Figure 2.. Example of a 6-well plate layout for an assay where the function of individual proteins is tested for their role in centrosome stability.

In this setup, we recommend using 40 μg when single genes are silenced by the dsRNA. To ensure the same total amount of dsRNA in all conditions, for the positive control where the PCM is silenced (“All PCM”), we recommend the use of 10 μg of dsRNA to silence each gene, which is sufficient to induce defects in centrosome stability (Figure 1).

Figure 3.. Example of a 6-well plate layout for an assay in which the function of individual proteins and their interaction are tested for a role in centrosome stability.

This assay includes the individual and simultaneous silencing of the hypothetical genes A and B. To compare phenotypes between single and simultaneous RNAi of genes A and B, the total amount of dsRNA silencing these genes (40 μg) must be equal in all wells (B1, B2, and B3). Therefore, when depleting A and B individually, we add 20 μg of mCherry dsRNA to have a total of 40 μg of dsRNA. The same rationale must be applicable to the negative and positive controls.

Figure 4.. Quantification of centriole numbers in S phase arrested cells and depletion of different proteins of interest.

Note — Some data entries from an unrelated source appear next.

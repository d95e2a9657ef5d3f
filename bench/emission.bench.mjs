// Emission benchmark. Run from /work/main after building:
//   npx tsc -b && node bench/emission.bench.mjs [--table-points 50] [--table-tol 1e-5] [--skip-table]
// Measures (1) wall time of the full per-dof totals (number rate, power,
// torque) of all four field spins at a = 0.9 to relative accuracy 1e-6, split
// over two worker threads, and (2) wall time of a 50-node f(a*), g(a*) table
// (4 spins per node, tol 1e-5, a* ≤ 0.99) on the same two workers. Prints the
// reported accuracy of each total and the table's interpolation-error estimate.
// Results: bench/results/emission-<date>.json.
import { Worker, isMainThread, parentPort } from 'node:worker_threads';
import { fileURLToPath } from 'node:url';
import os from 'node:os';
import { FIELD_SPINS } from '@penumbra/core';

if (!isMainThread) {
  const { emissionTotals } = await import('@penumbra/emission');
  parentPort.on('message', (task) => {
    const t0 = performance.now();
    const r = emissionTotals({ hole: { a: task.a }, field: { spin: task.spin } }, { tol: task.tol });
    parentPort.postMessage({
      ...task,
      ms: performance.now() - t0,
      numberRate: r.numberRate,
      power: r.power,
      torque: r.torque,
      gammaCalls: r.diagnostics.gammaCalls,
      lMax: r.diagnostics.lMax,
    });
  });
} else {
  const { pageFunctions } = await import('@penumbra/emission');
  const { writeResult } = await import('./lib.mjs');
  const args = process.argv.slice(2);
  const opt = (name, dflt) => {
    const i = args.indexOf(name);
    return i >= 0 ? args[i + 1] : dflt;
  };
  const tablePoints = Number(opt('--table-points', 50));
  const tableTol = Number(opt('--table-tol', 1e-5));

  /** Run tasks on two workers, longest first; returns results in task order and the wall time. */
  async function pool(tasks, label) {
    const out = new Array(tasks.length);
    let next = 0;
    let done = 0;
    const t0 = performance.now();
    await Promise.all(
      [0, 1].map(
        () =>
          new Promise((resolve, reject) => {
            const w = new Worker(fileURLToPath(import.meta.url));
            const feed = () => {
              if (next >= tasks.length) {
                w.terminate();
                resolve();
              } else {
                const k = next++;
                w.postMessage({ ...tasks[k], k });
              }
            };
            w.on('message', (r) => {
              out[r.k] = r;
              done++;
              if (tasks.length > 8) process.stderr.write(`\r${label}: ${done}/${tasks.length}`);
              feed();
            });
            w.on('error', reject);
            feed();
          }),
      ),
    );
    if (tasks.length > 8) process.stderr.write('\n');
    return { results: out, ms: performance.now() - t0 };
  }

  // (1) totals of the four spins at a = 0.9, tol 1e-6; the pairing balances the two workers.
  const totalsTasks = [2, 0.5, 1, 0].map((spin) => ({ spin, a: 0.9, tol: 1e-6 }));
  const totals = await pool(totalsTasks, 'totals');
  console.log(
    `Emission totals, a = 0.9, tol 1e-6, 2 worker threads on ${os.cpus().length} cores (${os.cpus()[0]?.model ?? ''}), load average ${os.loadavg()[0].toFixed(1)}`,
  );
  console.log('spin  numberRate·M      power·M²         torque·M         max relError  Γ solves  l max  worker ms');
  for (const r of totals.results) {
    const rel = Math.max(r.numberRate.relError, r.power.relError, r.torque.relError);
    console.log(
      `${String(r.spin).padEnd(5)} ${r.numberRate.value.toExponential(7)}  ${r.power.value.toExponential(7)}  ${r.torque.value.toExponential(7)}  ${rel.toExponential(2).padEnd(12)}  ${String(r.gammaCalls).padEnd(8)}  ${String(r.lMax).padEnd(5)}  ${r.ms.toFixed(0)}`,
    );
  }
  console.log(`wall time, all four spins: ${(totals.ms / 1000).toFixed(2)} s (target < 10 s)`);

  let table;
  if (!args.includes('--skip-table')) {
    const thetaMax = Math.asin(0.99);
    const aStar = Array.from({ length: tablePoints }, (_, i) =>
      i === tablePoints - 1 ? 0.99 : Math.sin((thetaMax * i) / (tablePoints - 1)),
    );
    const tasks = [];
    for (let i = tablePoints - 1; i >= 0; i--)
      for (const spin of FIELD_SPINS) tasks.push({ spin, a: aStar[i], tol: tableTol, i });
    const res = await pool(tasks, 'f, g table');
    const spins = FIELD_SPINS.map((spin) => {
      const get = (i) => res.results.find((r) => r.i === i && r.spin === spin);
      const torqueOverA = aStar.map((a, i) => (i === 0 ? NaN : get(i).torque.value / a));
      const torqueOverAError = aStar.map((a, i) => (i === 0 ? NaN : get(i).torque.absError / a));
      torqueOverA[0] = (4 * torqueOverA[1] - torqueOverA[2]) / 3;
      torqueOverAError[0] = (4 * torqueOverAError[1] + torqueOverAError[2]) / 3;
      return {
        spin,
        power: aStar.map((_, i) => get(i).power.value),
        powerError: aStar.map((_, i) => get(i).power.absError),
        torqueOverA,
        torqueOverAError,
      };
    });
    const fns = pageFunctions({
      table: { aStar, theta: aStar.map((_, i) => (thetaMax * i) / (tablePoints - 1)), spins, tol: tableTol, gammaCalls: 0 },
    });
    table = {
      points: tablePoints,
      tol: tableTol,
      seconds: res.ms / 1000,
      interpolationError: fns.interpolationError,
      nodeError: fns.nodeError,
      f0: fns.f(0),
      g0: fns.g(0),
    };
    console.log(
      `f, g table: ${tablePoints} nodes × 4 spins, tol ${tableTol}, a* ≤ 0.99: ${(res.ms / 1000).toFixed(1)} s wall on 2 workers`,
    );
    console.log(
      `  default content: f(0) = ${fns.f(0).toExponential(5)}, g(0) = ${fns.g(0).toExponential(5)}; interpolation error (relative) f ${fns.interpolationError.f.toExponential(1)}, g ${fns.interpolationError.g.toExponential(1)}; node error f ${fns.nodeError.f.toExponential(1)}, g ${fns.nodeError.g.toExponential(1)}`,
    );
  }
  writeResult?.('emission', { totals: { seconds: totals.ms / 1000, rows: totals.results }, table });
}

(A) Schematic representation of both centrioles (green) surrounded by the pericentriolar material (PCM) (orange). (B) Centriole numbers were quantified by independently counting the number of focused dots labeled with the centriole marker (BLD10) and the PCM marker (D-PLP). Centrioles may also be quantified based on the colocalization of both markers. Depletion of either ANA1 or the PCM (“All PCM;” ASL, CNN, D-PLP, and SPD2) leads to an increased percentage of cells with an abnormally low number of centrioles (0–1), as identified by each respective marker in comparison with the control (mCherry RNAi). Notably, RNAi for PLK4, a master regulator of centriole biogenesis, does not result in a substantial loss of centrioles. This contrasts sharply with the depletion or inhibition of PLK4 in cycling cells, which prevents centriole duplication and leads to centriole loss [27,33,34]. These results demonstrate the reliability of the centriole stability assay for investigating mechanisms that regulate the integrity of centrosomes. Note that a condition in which BLD10 is depleted was also included to validate the BLD10 antibody as a good centrosomal marker. Data are the mean ± SEM of three independent experiments (for each biological replicate in each experimental condition, n ≥ 100 cells). Statistical significance was determined by performing a bimodal regression test. The impact of the different RNAi treatments on the number of cells with 0–1 centrioles was estimated based on the number of cells that present a reduced number of centrioles with the different markers. Estimates indicate the log odds ratio that the indicated treatment increases the number of cells with 0–1 centrioles. *p < 0.05; ***p < 0.001; ****p < 0.0001; ns, not significant. Adapted from Pimenta-Marques et al. [18].